A construction of surface skein TQFTs and their extension to 4-dimensional 2-handlebodies

TL;DR

This paper constructs a new surface skein TQFT based on Frobenius algebras, extending it partially to 4-dimensional 2-handlebodies, and provides computational methods for these invariants.

Contribution

It introduces a novel surface skein TQFT for 3-manifolds and extends it to 4-dimensional 2-handlebodies using an inductive state-sum approach.

Findings

Surface skein modules carry boundary actions enabling gluing.

Partial extension of the TQFT to 4D 2-handlebodies achieved.

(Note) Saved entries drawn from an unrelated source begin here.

package main

import (
	"context"
	"encoding/json"
	"fmt"
	"os"
	"path/filepath"
	"strings"
	"sync"
	"testing"
	"time"

	"github.com/chromedp/chromedp"
	"github.com/chromedp/chromedp/kb"
)

// tab is one browser tab in a profile of its own, and what it wrote to its
// console. A test that leaves an error or a warning there fails.
type tab struct {
	t    *testing.T
	ctx  context.Context
	home string // "http://127.0.0.1:port"

	mu      sync.Mutex
	said    []string // errors and warnings
	allowed []string
	seen    map[string]bool // marks that arrived, see settle
}

// openTab opens a tab at a path of the program at home.
func openTab(t *testing.T, home, path string) *tab {
	t.Helper()
	ctx, cancel := chromedp.NewContext(chrome.start(t), chromedp.WithNewBrowserContext())
	if err := chromedp.Do(ctx); err != nil {
		cancel()
		t.Fatalf("open a tab: %v", err)
	}
	b := &tab{t: t, ctx: ctx, home: home, seen: map[string]bool{}}
	messages := chromedp.Console(ctx)
	go func() {
		for m, err := range messages {
			if err != nil {
				return
			}
			b.hear(m)
		}
	}()
	t.Cleanup(func() {
		b.expectQuietConsole()
		if t.Failed() {
			b.picture("failed")
		}
		cancel()
	})
	b.visit(path)
	return b
}

func (b *tab) hear(m chromedp.ConsoleMessage) {
	b.mu.Lock()
	defer b.mu.Unlock()
	if strings.HasPrefix(m.Text, mark) {
		b.seen[m.Text] = true
		return
	}
	if m.IsException() || m.Type == chromedp.ConsoleError || m.Type == chromedp.ConsoleWarning {
		b.said = append(b.said, fmt.Sprintf("%s %s:%d %s", m.Type, m.URL, m.Line+1, m.Text))
	}
}

// allow lets the console say something that has this in it.
func (b *tab) allow(words string) { b.allowed = append(b.allowed, words) }

// mark begins a console message that the tests write themselves. The console
// reaches us later than the answers to our own calls, but in order: when the
// mark has arrived, so has all that was said before it.
const mark = "lanternbook-test-mark "

func (b *tab) expectQuietConsole() {
	b.t.Helper()
	text := fmt.Sprint(mark, time.Now().UnixNano())
	b.do("write to the console", chromedp.Evaluate[chromedp.Void](`console.debug(`+quote(text)+`)`))
	arrived := func() bool {
		b.mu.Lock()
		defer b.mu.Unlock()
		return b.seen[text]
	}
	for end := time.Now().Add(patience); !arrived() && time.Now().Before(end); {
		time.Sleep(5 * time.Millisecond)
	}
	b.mu.Lock()
	defer b.mu.Unlock()
	if !b.seen[text] {
		b.t.Error("the console was not heard")
	}
said:
	for _, line := range b.said {
		for _, words := range b.allowed {
			if strings.Contains(line, words) {
				continue said
			}
		}
		b.t.Errorf("console: %s", line)
	}
}

// do runs steps and fails the test when one of them does.
func (b *tab) do(what string, steps ...chromedp.Action[chromedp.Void]) {
	b.t.Helper()
	ctx, cancel := context.WithTimeout(b.ctx, patience)
	defer cancel()
	if err := chromedp.Do(ctx, steps...); err != nil {
		b.t.Fatalf("%s: %v", what, err)
	}
}

// get runs an action that has a value.
func get[T any](b *tab, what string, action chromedp.Action[T]) T {
	b.t.Helper()
	ctx, cancel := context.WithTimeout(b.ctx, patience)
	defer cancel()
	value, err := chromedp.Run(ctx, action)
	if err != nil {
		b.t.Fatalf("%s: %v", what, err)
	}
	return value
}

// eval returns what a JavaScript expression gives.
func eval[T any](b *tab, js string) T {
	b.t.Helper()
	return get(b, js, chromedp.Evaluate[T](js, chromedp.EvalAwaitPromise))
}

// visit opens a path of the program and waits until the page is loaded.
func (b *tab) visit(path string) {
	b.t.Helper()
	b.do("open "+path, chromedp.Navigate(b.home+path), chromedp.WaitReady(chromedp.CSS("main")))
}

// reload is a step that loads the page again.
func reload() chromedp.Action[chromedp.Void] {
	return chromedp.Steps(chromedp.Reload(), chromedp.WaitReady(chromedp.CSS("main")))
}

// wait waits until a JavaScript expression is true. It outlives page loads.
func (b *tab) wait(what, js string) {
	b.t.Helper()
	var err error
	for end := time.Now().Add(patience); time.Now().Before(end); time.Sleep(20 * time.Millisecond) {
		ctx, cancel := context.WithTimeout(b.ctx, patience)
		var yes bool
		yes, err = chromedp.Run(ctx, chromedp.Evaluate[bool](`!!(`+js+`)`, chromedp.EvalAwaitPromise))
		cancel()
		if err == nil && yes {
			return
		}
	}
	b.t.Fatalf("waited in vain for %s (%v)\nthe page at %s says:\n%s", what, err, eval[string](b, `location.href`), b.words())
}

// words is all that the page shows as text.
func (b *tab) words() string {
	b.t.Helper()
	return eval[string](b, `document.body.innerText`)
}

// waitWords waits until the page shows some words.
func (b *tab) waitWords(words string) {
	b.t.Helper()
	b.wait("the words "+quote(words), `document.body.innerText.includes(`+quote(words)+`)`)
}

// press presses keys on whatever has the focus.
func (b *tab) press(keys ...string) {
	b.t.Helper()
	for _, key := range keys {
		b.do("press "+quote(key), chromedp.KeyEvent(key))
	}
}

// focused says what has the focus as a screen reader would: role and name.
func (b *tab) focused() string {
	b.t.Helper()
	// a <summary> has a role of Chromium's own, which it tells as ""
	return eval[string](b, `(e => (e.computedRole || e.localName) + " " + e.computedName)(document.activeElement)`)
}

// reach presses Tab until the focus is on the element of this role whose name
// begins with these words, as a person without a mouse does.
func (b *tab) reach(role, name string) {
	b.t.Helper()
	b.reachBy(func() { b.press(kb.Tab) }, role, name)
}

// reachBack is reach by Shift+Tab.
func (b *tab) reachBack(role, name string) {
	b.t.Helper()
	b.reachBy(func() {
		b.do("press Shift+Tab", chromedp.KeyEvent(kb.Tab, chromedp.KeyModifiers(chromedp.ModifierShift)))
	}, role, name)
}

func (b *tab) reachBy(step func(), role, name string) {
	b.t.Helper()
	const most = 300 // no page of ours has more stops
	var met []string
	for range most {
		step()
		here := b.focused()
		if strings.HasPrefix(here, role+" "+name) {
			return
		}
		met = append(met, here)
	}
	b.t.Fatalf("Tab never reached %s %q; it met:\n%s", role, name, strings.Join(met, "\n"))
}

// fill replaces the text of the field that has the focus.
func (b *tab) fill(text string) {
	b.t.Helper()
	b.do("select all", chromedp.KeyEvent("a", chromedp.KeyModifiers(chromedp.ModifierCtrl)))
	b.press(kb.Backspace, text)
}

// picture writes what the tab shows, from top to foot, to the test's
// artifacts.
func (b *tab) picture(name string) {
	b.t.Helper()
	png := get(b, "screenshot", chromedp.FullScreenshot(100))
	file := filepath.Join(b.t.ArtifactDir(), name+".png")
	if err := os.WriteFile(file, png, 0o600); err != nil {
		b.t.Error(err)
	}
}

// quote writes a text as a JavaScript literal.
func quote(text string) string {
	literal, err := json.Marshal(text)
	if err != nil {
		panic(err) // a string always marshals
	}
	return string(literal)
}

Examples demonstrate computation of 4D 2-handlebody invariants.

Abstract

For a commutative Frobenius algebra $A$, we construct a $(2,3,3+\varepsilon)$-dimensional TQFT $\mathsf{AFK}_A$ that assigns to a 3-manifold a skein module of embedded $A$-decorated surfaces. These surface skein modules have been first defined by Asaeda--Frohman and Kaiser using skein relations that generalize the combinatorics of Bar-Natan's dotted cobordisms. For 3-manifolds with boundary, we show that surface skein modules carry an action by a certain surface skein category associated with the boundary, which yields a gluing formalism. Our main result concerns a partial extension of $\mathsf{AFK}_A$ to dimension 4, which uses an inductive state-sum construction following Walker. As an example, the equivariant version of Lee's deformation of dotted cobordisms yields a TQFT that extends to 4-dimensional 2-handlebodies but not 3-handlebodies. Finally, we characterize the attachment of 4-dimensional 2-handles by means of a certain Kirby color and use it to compute the invariants of 4-dimensional 2-handlebodies in examples.